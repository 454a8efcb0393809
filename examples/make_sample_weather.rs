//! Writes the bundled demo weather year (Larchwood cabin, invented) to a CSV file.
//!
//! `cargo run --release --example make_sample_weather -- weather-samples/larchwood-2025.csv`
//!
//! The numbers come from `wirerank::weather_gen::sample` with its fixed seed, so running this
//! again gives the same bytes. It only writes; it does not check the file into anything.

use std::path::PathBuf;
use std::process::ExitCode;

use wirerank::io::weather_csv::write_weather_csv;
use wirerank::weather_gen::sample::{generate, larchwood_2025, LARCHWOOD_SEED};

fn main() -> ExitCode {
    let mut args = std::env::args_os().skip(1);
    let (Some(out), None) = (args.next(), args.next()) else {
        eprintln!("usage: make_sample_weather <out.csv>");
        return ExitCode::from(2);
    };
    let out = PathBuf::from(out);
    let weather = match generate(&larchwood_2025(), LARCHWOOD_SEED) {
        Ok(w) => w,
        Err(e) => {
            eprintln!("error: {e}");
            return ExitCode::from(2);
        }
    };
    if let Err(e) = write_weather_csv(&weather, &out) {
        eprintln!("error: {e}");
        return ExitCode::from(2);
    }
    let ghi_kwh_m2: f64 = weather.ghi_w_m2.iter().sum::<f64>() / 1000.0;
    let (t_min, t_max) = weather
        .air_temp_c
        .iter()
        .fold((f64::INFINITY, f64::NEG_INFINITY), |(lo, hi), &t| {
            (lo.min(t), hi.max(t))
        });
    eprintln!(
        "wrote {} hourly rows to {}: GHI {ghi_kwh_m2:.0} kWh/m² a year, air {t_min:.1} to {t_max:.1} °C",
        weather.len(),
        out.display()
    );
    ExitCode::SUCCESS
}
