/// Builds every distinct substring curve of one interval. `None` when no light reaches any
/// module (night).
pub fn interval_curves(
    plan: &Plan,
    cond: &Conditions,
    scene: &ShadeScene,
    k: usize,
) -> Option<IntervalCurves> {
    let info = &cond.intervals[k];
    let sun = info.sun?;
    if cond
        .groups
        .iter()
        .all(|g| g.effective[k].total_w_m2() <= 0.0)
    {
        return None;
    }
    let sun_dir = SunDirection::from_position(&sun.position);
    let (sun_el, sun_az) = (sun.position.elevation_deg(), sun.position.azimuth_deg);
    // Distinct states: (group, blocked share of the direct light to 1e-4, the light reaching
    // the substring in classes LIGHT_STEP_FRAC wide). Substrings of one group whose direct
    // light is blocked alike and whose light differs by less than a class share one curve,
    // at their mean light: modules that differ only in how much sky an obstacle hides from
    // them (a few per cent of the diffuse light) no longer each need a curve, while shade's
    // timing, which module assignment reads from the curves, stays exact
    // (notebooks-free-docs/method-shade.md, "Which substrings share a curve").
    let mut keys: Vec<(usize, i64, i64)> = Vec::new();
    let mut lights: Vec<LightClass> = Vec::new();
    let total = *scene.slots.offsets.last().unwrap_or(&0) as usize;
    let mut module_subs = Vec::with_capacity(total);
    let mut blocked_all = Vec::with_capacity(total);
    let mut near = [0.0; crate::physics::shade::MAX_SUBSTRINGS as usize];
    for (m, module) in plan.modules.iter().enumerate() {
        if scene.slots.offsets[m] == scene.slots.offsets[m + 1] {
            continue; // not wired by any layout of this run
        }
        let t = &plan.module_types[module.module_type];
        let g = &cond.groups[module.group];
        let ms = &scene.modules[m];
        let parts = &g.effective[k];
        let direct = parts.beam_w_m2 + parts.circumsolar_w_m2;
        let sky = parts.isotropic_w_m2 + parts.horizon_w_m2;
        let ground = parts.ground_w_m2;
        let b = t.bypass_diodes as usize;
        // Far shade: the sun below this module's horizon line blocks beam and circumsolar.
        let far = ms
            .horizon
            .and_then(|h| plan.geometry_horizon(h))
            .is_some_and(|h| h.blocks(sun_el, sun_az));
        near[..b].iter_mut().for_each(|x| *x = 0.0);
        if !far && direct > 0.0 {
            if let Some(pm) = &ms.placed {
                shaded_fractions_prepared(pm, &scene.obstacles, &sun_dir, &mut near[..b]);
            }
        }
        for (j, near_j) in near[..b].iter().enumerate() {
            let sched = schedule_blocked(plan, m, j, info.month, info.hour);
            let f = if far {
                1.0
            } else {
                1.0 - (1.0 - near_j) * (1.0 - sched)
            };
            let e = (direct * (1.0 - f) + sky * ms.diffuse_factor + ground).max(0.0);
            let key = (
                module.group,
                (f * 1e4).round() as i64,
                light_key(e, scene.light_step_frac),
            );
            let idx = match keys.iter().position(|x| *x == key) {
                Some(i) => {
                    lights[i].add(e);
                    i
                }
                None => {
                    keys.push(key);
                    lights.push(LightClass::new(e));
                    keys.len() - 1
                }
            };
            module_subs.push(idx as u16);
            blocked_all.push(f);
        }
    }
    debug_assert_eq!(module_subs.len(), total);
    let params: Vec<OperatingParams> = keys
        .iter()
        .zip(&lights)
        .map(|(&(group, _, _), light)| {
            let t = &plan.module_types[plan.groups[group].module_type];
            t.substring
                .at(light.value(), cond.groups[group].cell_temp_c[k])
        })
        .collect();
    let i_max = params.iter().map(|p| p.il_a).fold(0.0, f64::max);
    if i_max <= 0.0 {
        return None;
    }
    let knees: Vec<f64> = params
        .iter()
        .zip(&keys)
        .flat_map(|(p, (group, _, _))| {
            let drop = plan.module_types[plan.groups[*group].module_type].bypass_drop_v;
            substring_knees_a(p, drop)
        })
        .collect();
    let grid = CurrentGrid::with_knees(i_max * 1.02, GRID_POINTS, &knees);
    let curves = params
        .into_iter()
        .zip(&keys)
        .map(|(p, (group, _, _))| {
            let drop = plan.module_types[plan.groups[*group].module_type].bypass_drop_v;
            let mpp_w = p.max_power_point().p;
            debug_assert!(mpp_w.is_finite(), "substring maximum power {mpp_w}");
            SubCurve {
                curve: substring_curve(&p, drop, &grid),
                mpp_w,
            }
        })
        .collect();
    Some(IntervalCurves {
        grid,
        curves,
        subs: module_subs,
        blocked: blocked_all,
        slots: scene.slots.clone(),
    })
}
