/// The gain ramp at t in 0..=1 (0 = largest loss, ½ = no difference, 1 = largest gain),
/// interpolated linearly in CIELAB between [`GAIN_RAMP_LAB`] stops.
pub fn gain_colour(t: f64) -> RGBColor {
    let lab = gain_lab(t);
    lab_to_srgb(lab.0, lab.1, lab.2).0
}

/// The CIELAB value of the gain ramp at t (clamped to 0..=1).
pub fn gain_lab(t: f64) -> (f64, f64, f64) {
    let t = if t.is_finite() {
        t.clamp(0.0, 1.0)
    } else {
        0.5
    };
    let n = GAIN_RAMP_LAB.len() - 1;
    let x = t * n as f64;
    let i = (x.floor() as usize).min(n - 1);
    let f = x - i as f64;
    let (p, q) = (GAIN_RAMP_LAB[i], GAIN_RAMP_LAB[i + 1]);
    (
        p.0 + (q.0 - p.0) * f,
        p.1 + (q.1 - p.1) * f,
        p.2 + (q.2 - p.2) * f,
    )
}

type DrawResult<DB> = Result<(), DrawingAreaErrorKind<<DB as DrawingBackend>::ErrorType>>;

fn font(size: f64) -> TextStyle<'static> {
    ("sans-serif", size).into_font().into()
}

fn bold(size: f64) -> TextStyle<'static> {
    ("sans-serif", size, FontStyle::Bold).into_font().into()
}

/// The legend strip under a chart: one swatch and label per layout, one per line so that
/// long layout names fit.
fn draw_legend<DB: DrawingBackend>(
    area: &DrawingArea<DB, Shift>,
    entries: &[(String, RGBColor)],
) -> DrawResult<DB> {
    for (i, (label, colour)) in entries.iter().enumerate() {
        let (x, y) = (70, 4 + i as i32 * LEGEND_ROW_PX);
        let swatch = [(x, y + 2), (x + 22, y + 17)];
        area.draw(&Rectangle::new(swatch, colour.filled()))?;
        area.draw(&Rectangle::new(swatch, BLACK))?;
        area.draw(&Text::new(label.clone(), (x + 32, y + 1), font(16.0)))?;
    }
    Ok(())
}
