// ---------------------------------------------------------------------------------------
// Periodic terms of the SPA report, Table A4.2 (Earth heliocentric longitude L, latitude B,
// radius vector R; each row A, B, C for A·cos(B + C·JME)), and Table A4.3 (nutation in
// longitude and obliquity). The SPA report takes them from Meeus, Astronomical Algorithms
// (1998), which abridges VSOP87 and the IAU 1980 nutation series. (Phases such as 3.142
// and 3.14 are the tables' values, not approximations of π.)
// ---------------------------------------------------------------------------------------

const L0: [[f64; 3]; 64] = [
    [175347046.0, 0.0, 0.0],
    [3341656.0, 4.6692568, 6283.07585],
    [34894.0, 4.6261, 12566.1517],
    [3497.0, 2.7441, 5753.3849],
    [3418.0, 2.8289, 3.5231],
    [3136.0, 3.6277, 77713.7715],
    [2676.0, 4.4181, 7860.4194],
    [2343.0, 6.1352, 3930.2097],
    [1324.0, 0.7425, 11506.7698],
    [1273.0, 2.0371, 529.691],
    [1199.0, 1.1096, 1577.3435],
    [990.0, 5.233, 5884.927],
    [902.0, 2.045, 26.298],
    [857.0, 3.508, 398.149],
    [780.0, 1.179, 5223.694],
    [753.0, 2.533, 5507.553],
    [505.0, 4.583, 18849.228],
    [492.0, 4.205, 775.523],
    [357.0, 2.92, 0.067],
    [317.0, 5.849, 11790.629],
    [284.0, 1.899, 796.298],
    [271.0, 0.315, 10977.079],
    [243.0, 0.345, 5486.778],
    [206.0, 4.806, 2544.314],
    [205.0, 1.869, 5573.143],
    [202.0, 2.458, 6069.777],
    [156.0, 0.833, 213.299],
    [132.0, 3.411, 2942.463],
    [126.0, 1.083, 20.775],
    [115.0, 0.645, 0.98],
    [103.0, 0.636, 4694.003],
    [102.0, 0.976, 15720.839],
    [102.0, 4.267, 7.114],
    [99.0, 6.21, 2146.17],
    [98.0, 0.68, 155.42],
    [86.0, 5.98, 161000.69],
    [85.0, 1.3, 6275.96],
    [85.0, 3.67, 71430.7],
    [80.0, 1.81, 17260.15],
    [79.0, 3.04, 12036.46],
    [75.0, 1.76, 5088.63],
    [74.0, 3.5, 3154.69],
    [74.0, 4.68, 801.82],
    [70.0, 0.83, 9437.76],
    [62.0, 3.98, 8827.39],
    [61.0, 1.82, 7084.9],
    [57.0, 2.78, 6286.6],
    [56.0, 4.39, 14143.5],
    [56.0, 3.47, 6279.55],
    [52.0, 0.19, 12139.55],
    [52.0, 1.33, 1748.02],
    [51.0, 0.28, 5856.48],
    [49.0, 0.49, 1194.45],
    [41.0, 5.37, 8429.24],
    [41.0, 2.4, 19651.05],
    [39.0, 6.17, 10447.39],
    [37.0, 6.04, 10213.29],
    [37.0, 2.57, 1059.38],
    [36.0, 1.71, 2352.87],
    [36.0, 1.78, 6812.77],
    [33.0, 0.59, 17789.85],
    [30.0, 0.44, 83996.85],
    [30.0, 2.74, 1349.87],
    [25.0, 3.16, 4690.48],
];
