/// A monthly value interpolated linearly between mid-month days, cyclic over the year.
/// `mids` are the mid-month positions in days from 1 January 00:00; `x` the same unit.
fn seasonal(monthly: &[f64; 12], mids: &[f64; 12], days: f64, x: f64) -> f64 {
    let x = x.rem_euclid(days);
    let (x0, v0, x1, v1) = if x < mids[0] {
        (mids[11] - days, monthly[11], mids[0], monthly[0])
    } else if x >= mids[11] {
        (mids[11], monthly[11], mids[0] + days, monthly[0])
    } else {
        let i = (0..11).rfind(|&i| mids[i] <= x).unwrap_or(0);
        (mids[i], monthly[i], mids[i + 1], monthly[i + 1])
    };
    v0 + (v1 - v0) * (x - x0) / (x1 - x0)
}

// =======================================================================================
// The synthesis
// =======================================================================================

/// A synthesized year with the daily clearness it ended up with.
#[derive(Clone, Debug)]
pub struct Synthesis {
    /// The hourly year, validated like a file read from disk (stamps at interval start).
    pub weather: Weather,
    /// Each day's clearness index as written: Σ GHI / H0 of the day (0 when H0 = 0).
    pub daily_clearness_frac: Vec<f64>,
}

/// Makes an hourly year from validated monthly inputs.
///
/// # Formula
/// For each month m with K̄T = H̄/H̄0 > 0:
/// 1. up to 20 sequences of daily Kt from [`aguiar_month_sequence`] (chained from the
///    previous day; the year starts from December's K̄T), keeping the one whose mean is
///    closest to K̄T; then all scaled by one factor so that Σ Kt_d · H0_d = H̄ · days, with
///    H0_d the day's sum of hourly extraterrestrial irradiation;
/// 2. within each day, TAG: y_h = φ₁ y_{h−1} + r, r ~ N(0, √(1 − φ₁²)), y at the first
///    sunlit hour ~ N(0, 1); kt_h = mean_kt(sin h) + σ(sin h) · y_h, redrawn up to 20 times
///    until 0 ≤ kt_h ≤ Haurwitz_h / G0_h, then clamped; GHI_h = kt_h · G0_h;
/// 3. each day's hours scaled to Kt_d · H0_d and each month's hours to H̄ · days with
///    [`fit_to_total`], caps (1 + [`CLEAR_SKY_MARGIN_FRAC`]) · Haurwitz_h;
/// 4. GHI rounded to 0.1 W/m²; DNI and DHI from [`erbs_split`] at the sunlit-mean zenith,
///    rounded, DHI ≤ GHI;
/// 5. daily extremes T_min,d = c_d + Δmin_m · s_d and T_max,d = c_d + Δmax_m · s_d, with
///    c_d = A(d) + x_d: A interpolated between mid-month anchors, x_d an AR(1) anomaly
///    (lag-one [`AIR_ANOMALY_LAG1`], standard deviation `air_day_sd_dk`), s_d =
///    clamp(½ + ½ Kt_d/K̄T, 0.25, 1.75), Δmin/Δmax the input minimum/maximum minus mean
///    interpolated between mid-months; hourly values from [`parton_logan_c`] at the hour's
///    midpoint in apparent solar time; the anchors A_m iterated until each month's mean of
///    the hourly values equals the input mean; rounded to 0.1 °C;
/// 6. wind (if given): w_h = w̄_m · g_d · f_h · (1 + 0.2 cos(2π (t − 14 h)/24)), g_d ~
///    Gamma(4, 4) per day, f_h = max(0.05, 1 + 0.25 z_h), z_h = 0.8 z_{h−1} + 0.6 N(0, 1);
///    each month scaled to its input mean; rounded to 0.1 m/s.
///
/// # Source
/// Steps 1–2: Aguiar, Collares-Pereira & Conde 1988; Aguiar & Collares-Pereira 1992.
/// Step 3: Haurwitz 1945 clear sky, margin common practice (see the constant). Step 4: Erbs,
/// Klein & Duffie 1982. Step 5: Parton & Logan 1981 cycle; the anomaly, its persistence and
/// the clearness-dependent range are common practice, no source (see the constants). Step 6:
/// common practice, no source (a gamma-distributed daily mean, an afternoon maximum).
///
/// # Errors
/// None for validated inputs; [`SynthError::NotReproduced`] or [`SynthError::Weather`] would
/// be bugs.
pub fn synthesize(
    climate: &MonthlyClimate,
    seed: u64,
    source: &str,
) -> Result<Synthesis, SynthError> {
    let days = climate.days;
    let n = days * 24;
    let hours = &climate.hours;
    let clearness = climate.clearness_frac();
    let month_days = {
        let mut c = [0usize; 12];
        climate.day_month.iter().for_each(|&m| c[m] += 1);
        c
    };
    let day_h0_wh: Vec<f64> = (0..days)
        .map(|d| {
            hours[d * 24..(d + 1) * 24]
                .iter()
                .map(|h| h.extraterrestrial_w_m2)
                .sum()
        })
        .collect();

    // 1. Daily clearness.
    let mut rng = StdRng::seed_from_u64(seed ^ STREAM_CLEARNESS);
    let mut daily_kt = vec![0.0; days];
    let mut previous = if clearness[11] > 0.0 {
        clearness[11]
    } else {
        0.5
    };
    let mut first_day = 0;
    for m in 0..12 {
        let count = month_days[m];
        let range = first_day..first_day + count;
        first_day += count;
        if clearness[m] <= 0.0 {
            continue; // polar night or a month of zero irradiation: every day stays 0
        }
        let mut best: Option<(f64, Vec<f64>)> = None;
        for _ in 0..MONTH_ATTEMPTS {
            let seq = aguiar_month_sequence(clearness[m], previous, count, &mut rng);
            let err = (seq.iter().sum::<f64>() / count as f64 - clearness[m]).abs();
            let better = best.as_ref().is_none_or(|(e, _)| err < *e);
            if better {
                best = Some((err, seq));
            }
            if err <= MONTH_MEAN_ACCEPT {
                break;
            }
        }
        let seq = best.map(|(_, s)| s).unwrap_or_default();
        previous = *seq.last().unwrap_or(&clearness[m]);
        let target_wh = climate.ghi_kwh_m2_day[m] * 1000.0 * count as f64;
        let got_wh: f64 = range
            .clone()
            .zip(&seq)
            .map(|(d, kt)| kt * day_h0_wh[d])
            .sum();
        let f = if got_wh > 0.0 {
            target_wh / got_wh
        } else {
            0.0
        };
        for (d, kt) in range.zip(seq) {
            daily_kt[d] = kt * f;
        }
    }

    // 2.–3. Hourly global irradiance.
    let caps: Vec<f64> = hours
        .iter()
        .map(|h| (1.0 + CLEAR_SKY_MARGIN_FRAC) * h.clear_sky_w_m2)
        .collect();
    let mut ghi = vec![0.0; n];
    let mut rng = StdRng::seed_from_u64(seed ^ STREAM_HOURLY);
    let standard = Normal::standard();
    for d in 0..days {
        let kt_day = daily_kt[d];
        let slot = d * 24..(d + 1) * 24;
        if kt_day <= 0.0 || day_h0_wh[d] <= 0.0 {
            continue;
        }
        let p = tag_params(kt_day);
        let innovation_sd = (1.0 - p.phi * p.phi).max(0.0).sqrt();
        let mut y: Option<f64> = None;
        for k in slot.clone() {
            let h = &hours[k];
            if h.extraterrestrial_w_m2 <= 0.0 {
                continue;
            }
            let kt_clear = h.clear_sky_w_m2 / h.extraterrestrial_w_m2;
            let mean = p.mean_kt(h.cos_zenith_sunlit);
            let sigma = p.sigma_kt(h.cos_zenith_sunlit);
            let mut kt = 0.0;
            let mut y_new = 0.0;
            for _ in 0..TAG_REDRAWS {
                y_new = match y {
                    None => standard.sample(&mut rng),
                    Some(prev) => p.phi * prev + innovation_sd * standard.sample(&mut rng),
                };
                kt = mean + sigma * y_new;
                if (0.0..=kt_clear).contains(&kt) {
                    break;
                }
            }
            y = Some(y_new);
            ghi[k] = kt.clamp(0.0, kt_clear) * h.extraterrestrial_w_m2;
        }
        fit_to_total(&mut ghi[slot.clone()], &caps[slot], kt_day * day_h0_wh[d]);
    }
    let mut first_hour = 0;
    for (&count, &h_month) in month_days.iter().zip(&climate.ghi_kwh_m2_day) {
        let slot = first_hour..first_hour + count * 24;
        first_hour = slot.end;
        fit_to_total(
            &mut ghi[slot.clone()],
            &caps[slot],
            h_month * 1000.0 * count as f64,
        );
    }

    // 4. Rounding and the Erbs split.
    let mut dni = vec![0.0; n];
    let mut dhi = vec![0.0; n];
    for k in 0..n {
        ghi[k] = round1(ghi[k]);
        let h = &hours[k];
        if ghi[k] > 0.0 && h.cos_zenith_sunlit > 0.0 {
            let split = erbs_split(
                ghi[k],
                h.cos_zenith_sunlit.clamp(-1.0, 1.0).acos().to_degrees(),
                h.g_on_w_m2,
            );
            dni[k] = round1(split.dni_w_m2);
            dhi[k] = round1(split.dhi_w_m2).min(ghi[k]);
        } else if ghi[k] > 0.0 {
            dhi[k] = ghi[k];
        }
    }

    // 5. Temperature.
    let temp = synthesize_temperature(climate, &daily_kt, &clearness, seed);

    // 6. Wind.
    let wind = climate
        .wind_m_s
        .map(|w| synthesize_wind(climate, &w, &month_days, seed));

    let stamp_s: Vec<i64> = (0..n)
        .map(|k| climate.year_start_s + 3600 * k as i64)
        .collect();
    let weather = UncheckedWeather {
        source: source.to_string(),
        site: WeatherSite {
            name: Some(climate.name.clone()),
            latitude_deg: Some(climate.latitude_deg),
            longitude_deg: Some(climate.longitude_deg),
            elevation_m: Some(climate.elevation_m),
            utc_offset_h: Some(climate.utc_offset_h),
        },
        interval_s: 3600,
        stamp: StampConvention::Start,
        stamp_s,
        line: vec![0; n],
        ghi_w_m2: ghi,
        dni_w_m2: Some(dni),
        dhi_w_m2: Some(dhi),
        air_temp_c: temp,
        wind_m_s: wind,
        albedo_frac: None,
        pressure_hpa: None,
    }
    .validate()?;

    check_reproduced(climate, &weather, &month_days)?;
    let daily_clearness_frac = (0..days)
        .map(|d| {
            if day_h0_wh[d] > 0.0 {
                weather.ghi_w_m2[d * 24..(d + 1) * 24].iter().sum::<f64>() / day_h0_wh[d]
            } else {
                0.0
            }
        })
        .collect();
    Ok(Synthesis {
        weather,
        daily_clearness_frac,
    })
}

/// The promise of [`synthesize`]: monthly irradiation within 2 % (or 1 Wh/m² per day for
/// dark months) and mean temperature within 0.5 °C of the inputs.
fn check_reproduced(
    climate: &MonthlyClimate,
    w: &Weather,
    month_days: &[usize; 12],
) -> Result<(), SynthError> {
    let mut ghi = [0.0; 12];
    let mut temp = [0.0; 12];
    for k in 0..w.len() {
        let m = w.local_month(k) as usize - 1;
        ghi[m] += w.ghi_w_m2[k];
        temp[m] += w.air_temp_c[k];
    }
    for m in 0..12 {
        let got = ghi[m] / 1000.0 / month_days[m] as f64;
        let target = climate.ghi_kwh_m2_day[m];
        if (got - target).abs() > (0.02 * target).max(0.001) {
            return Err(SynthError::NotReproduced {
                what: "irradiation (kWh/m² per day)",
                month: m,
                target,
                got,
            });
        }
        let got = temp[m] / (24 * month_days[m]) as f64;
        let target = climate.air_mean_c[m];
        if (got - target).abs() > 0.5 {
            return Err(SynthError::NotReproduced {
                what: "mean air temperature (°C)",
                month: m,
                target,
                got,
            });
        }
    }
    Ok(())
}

=-=-=-=-=

= Work request =
Each line in which the string "static" is found must be copied from the data.

= Exercise output =
fn font(size: f64) -> TextStyle<'static> {
fn bold(size: f64) -> TextStyle<'static> {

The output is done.